Dockerfile & scripts to run Cassandra in Docker
A Docker image with Datastax Community Edition / Cassandra 2.0.8 is published to tobert/dsc208. It expects a volume to be assigned. This volume will be written to!
docker pull tobert/dsc208
mkdir /srv/cassandra
docker run -d -v /srv/cassandra:/var/lib/cassandra tobert/dsc208
sudo docker build -t dsc208 .
While it is possible to run a node without a volume attached, this is not recommended. Most COW filesystems used by Docker will not perform well under database workloads.

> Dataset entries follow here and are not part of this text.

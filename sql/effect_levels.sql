-- effect_levels: the distinct levels of one absorbed effect or cluster set, in sort order.
-- inputs:  {{rows}}    the design rows (a subquery; only the key columns are read);
--          {{keys}}    the level's key columns (k_e<i>_<m> or k_c<i>), comma-separated;
--          {{present}} which rows have a level (effects: every key has a value; clusters: true).
-- params:  those of {{rows}} (bound, though only the key columns are read).
-- output:  the key columns, one row per level, in sort order: the i-th row (from 0) is
--          level index i in effect_rows.sql. Levels without a used row get no row there.
SELECT {{keys}}
FROM (SELECT DISTINCT {{keys}} FROM {{rows}} AS r WHERE {{present}}) AS l
ORDER BY {{keys}}
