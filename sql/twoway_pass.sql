-- twoway_pass: one pass for unit and period effects (unbalanced panels exact, by
-- Frisch-Waugh-Lovell with period indicators inside the unit-demeaned model).
-- inputs:  {{used}}     used rows (design columns z_j, k_unit, k_period);
--          {{moments}}  count(*) AS n, sum(z_j) AS s_j, sum(z_j * z_l) AS p_j_l;
--          {{first}}, {{last}}  the smallest and largest period (whole numbers);
--          {{totals}}   unit_pass.sql over the per-unit rows (FROM unit_rows);
--          {{means}}    sum(s_j / n) AS m_j: per presence pattern, the sum of unit means;
--          {{sums}}     s_j AS s_j: per period, the sums of the design columns.
-- params:  $s_j shifts (through {{used}}).
-- output:  one 'total' row (unit_pass), one 'pattern' row per set of periods units are
--          seen in (bits from {{first}}), one 'period' row per period.
WITH used AS ({{used}}),
grouped AS MATERIALIZED (
    SELECT GROUPING(k_unit) AS by_period, k_unit, k_period, {{moments}},
           bitstring_agg(k_period, {{first}}, {{last}}) AS pattern
    FROM used
    GROUP BY GROUPING SETS ((k_unit), (k_period))
),
unit_rows AS (SELECT * FROM grouped WHERE by_period = 0),
totals AS ({{totals}}),
patterns AS (
    SELECT CAST(pattern AS VARCHAR) AS pattern, count(*) AS pattern_units, sum(1.0 / n) AS inv_n, {{means}}
    FROM unit_rows
    GROUP BY pattern
),
periods AS (SELECT k_period AS period, n AS period_n, {{sums}} FROM grouped WHERE by_period = 1)
SELECT 'total' AS kind, * FROM totals
UNION ALL BY NAME SELECT 'pattern' AS kind, * FROM patterns
UNION ALL BY NAME SELECT 'period' AS kind, * FROM periods
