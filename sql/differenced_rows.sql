-- differenced_rows: first differences of the design columns between consecutive periods.
-- inputs:  {{rows}}  design rows (design_rows.sql);
--          {{keys}}  k_unit, k_period and the cluster columns to carry;
--          {{diffs}} z_j - lag(z_j) OVER w AS z_j for each design column.
-- params:  none. k_prev is the unit's previous observed period (NULL for its first row);
--          a difference is used only when k_prev = k_period - step.
-- output:  the keys, k_prev, and the differenced z columns.
SELECT {{keys}}, lag(k_period) OVER w AS k_prev, {{diffs}}
FROM {{rows}} AS r
WINDOW w AS (PARTITION BY k_unit ORDER BY k_period)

docker run -v /var/lib/cassandra dsc208
Note: the ssh support will probably go away soon (to be replaced by nsenter).
When the container starts up, cassandra-runner.pl will automatically
start a dropbear ssh daemon. Since it binds by IP you can find the
IP in ps
output or more accurately by looking at $VOLUME/etc/listen_address.txt
One way to get an authorized_keys file into the container is with a volume. Using your ~/.ssh/authorized_keys works fine like this.
The other way is to create an authorized_keys
file in $VOLUME/etc/authorized_keys
before booting and it will get copied to /root/.ssh for you.
docker run -v $HOME/.ssh:/root/.ssh:ro -v /var/lib/cassandra dsc208
ssh root@$(cat /var/lib/cassandra/etc/listen_address.txt)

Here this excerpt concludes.